Syllabus 📖

Table of contents

  1. Communication 💬
  2. Logistics 📆
  3. About 🧐
  4. Course Structure 🍎
    1. Lecture
    2. Lab
    3. Discussion
    4. Homeworks
    5. Office Hours and Ed
    6. Quizzes and Exams
  5. Technology 🖥
  6. Policies ✏️
    1. Grading
    2. Late Policy and Extensions
    3. Academic Honesty
    4. A note on letter grades
  7. Acknowledgements 🙏

Note: This page is still being finalized, and the information here is tentative. Also, see here for information about enrollment.


Communication 💬

For communication, we’ll be using Ed, a new communication tool. Ed is where you will see all announcements and get help from staff and other students on assignments and concepts. You will be added to Ed automatically; email Ian (castro.ian@berkeley.edu) or Isaac (isaacmerritt@berkeley.edu) if you’re not sure how to access it.

We will not be using bCourses at all in this class; this website and Ed serve as replacements.


Logistics 📆

Lecture: Mondays & Wednesdays, 10-11AM; Tuesdays & Thursdays, 10AM-12PM

Lab: Mondays & Wednesdays, 11AM-12PM

Discussion: Fridays, 10AM-12PM

Office Hours: TBD

Lectures, labs, and office hours will be hosted on Zoom. See this post on Ed for the link. (We won’t make the Zoom link public, so that we don’t get Zoom-bombed 💣.)


About 🧐

From the course catalog: This course is an introduction to computational thinking and quantitative reasoning, designed to prepare students for further coursework in data science, computer science, and statistics (in particular, Foundations of Data Science, Data C8). This course emphasizes the use of computation to gain insight about quantitative problems with real data from the social sciences.
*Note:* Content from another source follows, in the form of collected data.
/// The drainage plan's input for a sized run: the outline and kept-clear areas of the
/// parameters, every channel with its size and flow, the outlets with their area and flow, the
/// design notes and `caution`.
///
/// `site`: the site file the run was made from, if known; its obstacle, zone and outlet names
/// label the plan (matched in order, as `Site::to_params` keeps them).
pub fn site_plan_input(
    sized: &SizedSite,
    params: &Params,
    design: &SiteDesign,
    site_file: Option<&Site>,
    caution: &str,
    metadata_json: String,
) -> PlanInput {
    let site = &sized.hydraulics;
    let units = site.report_units;
    let cell = params.domain.cell_size;
    let to_units = |points: &[[f64; 2]]| -> Vec<[f64; 2]> {
        points.iter().map(|p| [p[0] * cell, p[1] * cell]).collect()
    };
    let mut areas = Vec::new();
    if let Some(outline) = &params.domain.outline {
        areas.push(PlanArea {
            kind: PlanAreaKind::Outline,
            ring: to_units(&polygon_points(outline)),
            label: String::new(),
        });
    } else {
        let (w, h) = (
            params.domain.width as f64 * cell,
            params.domain.height as f64 * cell,
        );
        areas.push(PlanArea {
            kind: PlanAreaKind::Outline,
            ring: vec![[0.0, 0.0], [w, 0.0], [w, h], [0.0, h]],
            label: String::new(),
        });
    }
    let names = |k: usize| -> Option<String> {
        site_file
            .filter(|site| site.obstacles.len() == params.domain.obstacles.len())
            .and_then(|site| site.obstacles[k].name.clone())
    };
    for (k, obstacle) in params.domain.obstacles.iter().enumerate() {
        areas.push(PlanArea {
            kind: PlanAreaKind::KeptClear,
            ring: to_units(&polygon_points(obstacle)),
            label: names(k).unwrap_or_else(|| "kept clear".into()),
        });
    }
    let zone_names = site_file.filter(|site| site.zones.len() == params.domain.zones.len());
    for (k, zone) in params.domain.zones.iter().enumerate() {
        let name = zone_names
            .and_then(|site| site.zones[k].surface.clone().or(site.zones[k].name.clone()))
            .unwrap_or_else(|| "zone".into());
        areas.push(PlanArea {
            kind: PlanAreaKind::Zone,
            ring: to_units(&zone.polygon),
            label: format!("{name}, C {}", fixed(zone.runoff, 2)),
        });
    }
    let channels = site
        .segments
        .iter()
        .map(|segment| {
            let from = &sized.network.nodes[segment.from as usize];
            let to = &sized.network.nodes[segment.to as usize];
            // Drawn 0.3 mm plus 2 mm per metre of size: a 150 mm pipe 0.6 mm, a 600 mm one
            // 1.5 mm (legible at any map scale; the label gives the size).
            let share = size_metres(segment.size) * 2.0 / 1.4;
            PlanChannel {
                from_node: segment.from as usize,
                to_node: segment.to as usize,
                from: [from.x, from.y],
                to: [to.x, to.y],
                size_label: size_text(segment.size, units),
                flow_label: flow_text(segment.peak_flow, units),
                width_mm: 0.3 + 1.4 * share,
                flagged: !segment.flags.is_empty(),
            }
        })
        .collect();
    let outlets = site
        .outlets
        .iter()
        .enumerate()
        .filter_map(|(k, outlet)| {
            let node = sized.network.nodes.get(outlet.node as usize)?;
            Some(PlanOutlet {
                at: [node.x, node.y],
                label: format!(
                    "{}: {}, {}",
                    outlet_name(site_file, k),
                    area_text(outlet.contributing_area, units),
                    flow_text(outlet.peak_flow, units)
                ),
            })
        })
        .collect();
    let mut notes = vec![storm_words(design), rules_words(design)];
    notes.push(flags_summary(site));
    let unreached = unreached_plan(&sized.unreached, &params.domain.units, units);
    if let Some(summary) =
        unreached_summary(&sized.unreached, &params.domain.units, units, site_file)
    {
        notes.push(summary);
    }
    PlanInput {
        title: "Ramulus drainage concept plan".into(),
        units: params.domain.units.clone(),
        areas,
        channels,
        outlets,
        unreached,
        notes,
        caution: caution.to_string(),
        metadata_json,
    }
}

/// The label of a part no outlet reaches, e.g. "no outlet reaches: 39 m²".
pub fn unreached_label(part: &UnreachedPart, length_unit: &str, units: UnitSystem) -> String {
    let metres = metres_per_network_unit(length_unit).unwrap_or(1.0);
    format!(
        "no outlet reaches: {}",
        area_text(part.area * metres * metres, units)
    )
}

/// The parts no outlet reaches as the plan draws them: rings and labels.
pub fn unreached_plan(
    parts: &[UnreachedPart],
    length_unit: &str,
    units: UnitSystem,
) -> Vec<PlanUnreached> {
    parts
        .iter()
        .map(|part| PlanUnreached {
            rings: part
                .polygons
                .iter()
                .flat_map(|polygon| {
                    std::iter::once(polygon.outer.clone()).chain(polygon.holes.iter().cloned())
                })
                .collect(),
            label: unreached_label(part, length_unit, units),
            label_at: part.label_at,
        })
        .collect()
}

/// Parts listed one by one in the summary; the rest are counted.
const UNREACHED_LISTED: usize = 5;

/// One sentence on the parts of the site no outlet reaches, or `None` when there are none:
/// their number and area, then the largest with their places. `site_file`, when given, places
/// them in the site's coordinates (x east, y north); else in the plan's (x right, y down from
/// the top-left corner).
pub fn unreached_summary(
    parts: &[UnreachedPart],
    length_unit: &str,
    units: UnitSystem,
    site_file: Option<&Site>,
) -> Option<String> {
    if parts.is_empty() {
        return None;
    }
    let metres = metres_per_network_unit(length_unit).unwrap_or(1.0);
    let total: f64 = parts.iter().map(|part| part.area).sum();
    let places: Vec<String> = parts
        .iter()
        .take(UNREACHED_LISTED)
        .map(|part| {
            let [x, y] = match site_file {
                Some(site) => site.network_to_site(part.centre),
                None => part.centre,
            };
            format!(
                "{} around ({}, {}) {}",
                area_text(part.area * metres * metres, units),
                fixed(units.length_from_si(x * metres), 1),
                fixed(units.length_from_si(y * metres), 1),
                units.length_unit()
            )
        })
        .collect();
    let more = if parts.len() > UNREACHED_LISTED {
        format!(
            " and {} smaller",
            grouped((parts.len() - UNREACHED_LISTED) as u64)
        )
    } else {
        String::new()
    };
    Some(format!(
        "No outlet reaches {} of the site, in {} part{} ({}{more}): obstacles or the outline cut {} off. Add an outlet there or open a way past the obstacle; the plan hatches {}.",
        area_text(total * metres * metres, units),
        grouped(parts.len() as u64),
        if parts.len() == 1 { "" } else { "s" },
        places.join("; "),
        if parts.len() == 1 { "it" } else { "them" },
        if parts.len() == 1 { "it" } else { "them" },
    ))
}

/// An outlet's name from the site file, else "outlet k".
fn outlet_name(site_file: Option<&Site>, k: usize) -> String {
    site_file
        .and_then(|site| site.outlets.get(k))
        .and_then(|outlet| outlet.name.clone())
        .unwrap_or_else(|| format!("outlet {}", k + 1))
}

fn size_metres(size: ChannelSize) -> f64 {
    match size {
        ChannelSize::Pipe { diameter } => diameter,
        ChannelSize::Swale { depth } => depth,
    }
}

fn polygon_points(polygon: &[[f64; 2]]) -> Vec<[f64; 2]> {
    polygon.to_vec()
}

/// The design storm in words, e.g. "Design rainfall: 75 mm/h for every duration (from the
/// user's local records)."
pub fn storm_words(design: &SiteDesign) -> String {
    use ramulus_core::drainage::DesignStorm;
    match design.storm {
        DesignStorm::Constant { intensity, unit } => format!(
            "Design rainfall: {} {} for every duration, as entered from local records.",
            four_digits(intensity),
            unit.intensity_unit()
        ),
        DesignStorm::IntensityDuration { a, b, c, unit } => format!(
            "Design rainfall: i = {} / (t + {})^{} {} (t in minutes), as entered from local records; each channel takes i at its time of concentration.",
            four_digits(a),
            four_digits(b),
            four_digits(c),
            unit.intensity_unit()
        ),
    }
}

/// The sizing rules in words.
pub fn rules_words(design: &SiteDesign) -> String {
    let rules = &design.rules;
    let units = design.system;
    format!(
        "Rational Method peak flows; sizes by Manning's equation with n = {}; inlet time {} min; least grade {} %; velocity limits {} to {} {}.",
        four_digits(rules.manning_n),
        four_digits(rules.inlet_time_minutes),
        four_digits(rules.min_grade * 100.0),
        four_digits(units.velocity_from_si(rules.min_velocity)),
        four_digits(units.velocity_from_si(rules.max_velocity)),
        units.velocity_unit()
    )
}

#[cfg(test)]
mod tests {
    use super::*;

    #[test]
    fn areas_switch_to_hectares_and_acres() {
        // 1 ha = 10,000 m²; 1 acre = 43,560 ft² = 4046.856 m² (exact foot of 1959).
        assert_eq!(area_text(500.0, UnitSystem::Si), "500 m²");
        assert_eq!(area_text(25_000.0, UnitSystem::Si), "2.5 ha");
        assert_eq!(area_text(4_046.856_422_4, UnitSystem::Us), "1 acres");
    }

    #[test]
    fn us_pipes_are_labelled_in_inches() {
        // 0.3048 m = 12 in exactly.
        assert_eq!(
            size_text(ChannelSize::Pipe { diameter: 0.3048 }, UnitSystem::Us),
            "Ø12 in"
        );
        assert_eq!(
            size_text(ChannelSize::Pipe { diameter: 0.3 }, UnitSystem::Si),
            "Ø300"
        );
    }
}
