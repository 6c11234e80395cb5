//! How the segments below the conducting threshold are drawn (`TissueView`): faint, hidden or
//! like the veins, in the words of the network's kind (tissue in a leaf, hillslope on a site),
//! with the faint colour and strength every drawing (canvas, PNG, SVG) uses. A view setting
//! only: it never changes the network, its measurements or its run link.

use serde::Serialize;

/// How segments that do not conduct (drain less than `vein_area`) are drawn.
#[derive(Clone, Copy, Debug, Default, PartialEq, Eq, Serialize)]
#[serde(rename_all = "snake_case")]
pub enum TissueView {
    /// Light and thin, under the veins: the conducting network stands out.
    #[default]
    Faint,
    /// Not drawn at all: the conducting network alone.
    Hidden,
    /// Drawn like the veins (every segment at least the thinnest line), as before the
    /// threshold existed.
    AsVeins,
}

impl TissueView {
    /// Every view, in the order the page offers them.
    pub const ALL: [TissueView; 3] = [TissueView::Faint, TissueView::Hidden, TissueView::AsVeins];

    /// The view named `faint`, `hidden` or `veins` (the page's, the SVG's and the command
    /// line's word), or `None`.
    pub fn from_name(name: &str) -> Option<TissueView> {
        TissueView::ALL.into_iter().find(|view| view.name() == name)
    }

    /// The view's word: `faint`, `hidden` or `veins`.
    pub fn name(self) -> &'static str {
        match self {
            TissueView::Faint => "faint",
            TissueView::Hidden => "hidden",
            TissueView::AsVeins => "veins",
        }
    }

    /// What the choice reads as on the page, in leaf or drainage words.
    pub fn choice_text(self, site: bool) -> &'static str {
        match (self, site) {
            (TissueView::Faint, _) => "faint",
            (TissueView::Hidden, _) => "hidden",
            (TissueView::AsVeins, false) => "drawn like veins",
            (TissueView::AsVeins, true) => "drawn like channels",
        }
    }
}

/// The label of the page's tissue control: what the finer segments are, in the words of the
/// network's kind (`site`: a drainage site, whose words never say "vein").
pub fn tissue_control_label(site: bool) -> &'static str {
    if site {
        "Hillslope (below the channel threshold)"
    } else {
        "Tissue (below the vein threshold)"
    }
}

/// What the faint lines stand for in a colour key.
pub fn tissue_key_text(site: bool) -> &'static str {
    if site {
        "hillslope: drains less than the channel threshold"
    } else {
        "tissue: drains less than the vein threshold"
    }
}

/// What a colour key says when the finer segments are hidden.
pub fn tissue_hidden_text(site: bool) -> &'static str {
    if site {
        "hillslope (below the channel threshold) not drawn"
    } else {
        "tissue (below the vein threshold) not drawn"
    }
}

/// The page's tissue control as JSON-ready data: `{label, choices: [{value, text}]}`.
#[derive(Clone, Debug, PartialEq, Serialize)]
pub struct TissueControl {
    /// The control's label.
    pub label: &'static str,
    /// The choices, each with its word (`value`) and what it reads as (`text`).
    pub choices: Vec<TissueChoice>,
}

/// One choice of `TissueControl`.
#[derive(Clone, Debug, PartialEq, Serialize)]
pub struct TissueChoice {
    /// `TissueView::name`.
    pub value: &'static str,
    /// `TissueView::choice_text`.
    pub text: &'static str,
}

/// The page's tissue control in the words of the network's kind.
pub fn tissue_control(site: bool) -> TissueControl {
    TissueControl {
        label: tissue_control_label(site),
        choices: TissueView::ALL
            .into_iter()
            .map(|view| TissueChoice {
                value: view.name(),
                text: view.choice_text(site),
            })
            .collect(),
    }
}

/// Colour of faint tissue: a light warm grey, lighter than every order colour and every step
/// of the flow ramp once drawn at `FAINT_STRENGTH` over the page's background (common
/// practice, no source: fine structure in grey recedes behind coloured lines).
pub const TISSUE_FAINT: &str = "#b8b2a4";

/// The faint colour as bytes (`TISSUE_FAINT`).
pub const TISSUE_FAINT_RGB: [u8; 3] = [0xb8, 0xb2, 0xa4];

/// Opacity of faint tissue lines in the raster, of 256 (a half-strength line reads as a line
/// of half a pixel: thinner than the thinnest vein).
pub const FAINT_STRENGTH: u32 = 128;

/// Stroke width of faint tissue in the SVG, as a fraction of the thinnest vein drawn (or of
/// the cell size when no vein has a width): thinner than any vein.
pub const FAINT_SVG_WIDTH_FRACTION: f64 = 0.5;

/// Stroke opacity of faint tissue in the SVG (as `FAINT_STRENGTH` of 256 in the raster).
pub const FAINT_SVG_OPACITY: f64 = 0.5;

#[cfg(test)]
mod tests {
    use super::*;
    use crate::palette::{flow_colour, parse_hex, ORDER_COLOURS};

    /// Relative luminance (WCAG 2.0 definition) of sRGB bytes.
    fn luminance([r, g, b]: [u8; 3]) -> f64 {
        let channel = |value: u8| {
            let value = value as f64 / 255.0;
            if value <= 0.04045 {
                value / 12.92
            } else {
                ((value + 0.055) / 1.055).powf(2.4)
            }
        };
        0.2126 * channel(r) + 0.7152 * channel(g) + 0.0722 * channel(b)
    }

    /// Faint tissue at half strength over the page's background (#fffdf8) is lighter than
    /// every vein colour drawn at full strength (WCAG 2.0 relative luminance).
    #[test]
    fn faint_tissue_is_lighter_than_every_vein_colour() {
        assert_eq!(parse_hex(TISSUE_FAINT), TISSUE_FAINT_RGB);
        let background = [0xff, 0xfd, 0xf8];
        let t = FAINT_STRENGTH as f64 / 256.0;
        let blended: [u8; 3] = std::array::from_fn(|k| {
            (TISSUE_FAINT_RGB[k] as f64 * t + background[k] as f64 * (1.0 - t)).round() as u8
        });
        let faint = luminance(blended);
        let veins = ORDER_COLOURS
            .iter()
            .map(|colour| parse_hex(colour))
            .chain((0..=10).map(|step| parse_hex(&flow_colour(step as f64 / 10.0))));
        for colour in veins {
            assert!(
                faint > luminance(colour),
                "{colour:?} is lighter than faint tissue"
            );
        }
    }

    #[test]
    fn words_follow_the_kind_and_names_read_back() {
        for view in TissueView::ALL {
            assert_eq!(TissueView::from_name(view.name()), Some(view));
        }
        assert_eq!(TissueView::from_name("Faint"), None);
        // What a site's page shows (the label and the choices' texts) never says vein.
        let control = tissue_control(true);
        let site: String = std::iter::once(control.label)
            .chain(control.choices.iter().map(|choice| choice.text))
            .collect::<Vec<_>>()
            .join(" ");
        assert!(!site.to_lowercase().contains("vein"), "{site}");
        assert!(site.contains("Hillslope"));
        assert!(tissue_control(false).label.contains("vein"));
        assert!(!tissue_key_text(true).contains("vein"));
        assert!(!tissue_hidden_text(true).contains("vein"));
    }
}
Data 6 uses the Python language to teach computation. It also uses the Jupyter Notebook environment, which makes it easy to get started with programming without needing to use a text editor and terminal and is very popular in data science applications.

This class serves a different purpose than several other classes that may sound similar. Specifically:

  • Data 8: Data 6 does not cover nearly as much statistics and inference as Data 8. Instead, it dives deeper into Python and its applications in data science. After taking this class, you will be well-equipped to take Data 8 and focus on the inference.
  • CS 10: While CS 10 is also an introductory computing class, it focuses less on Python and data science, and more on abstract ideas in computing. It is a fantastic alternative to Data 6.
  • CS 61A and CS 88: While these courses also teach Python, they serve a slightly different purpose - namely, they are designed to introduce students to computer science, not to computing in data science. They cover the Python language in far greater detail than we will, but they do not cover how to work with real-world data. They are also substantially more fast-paced than this course.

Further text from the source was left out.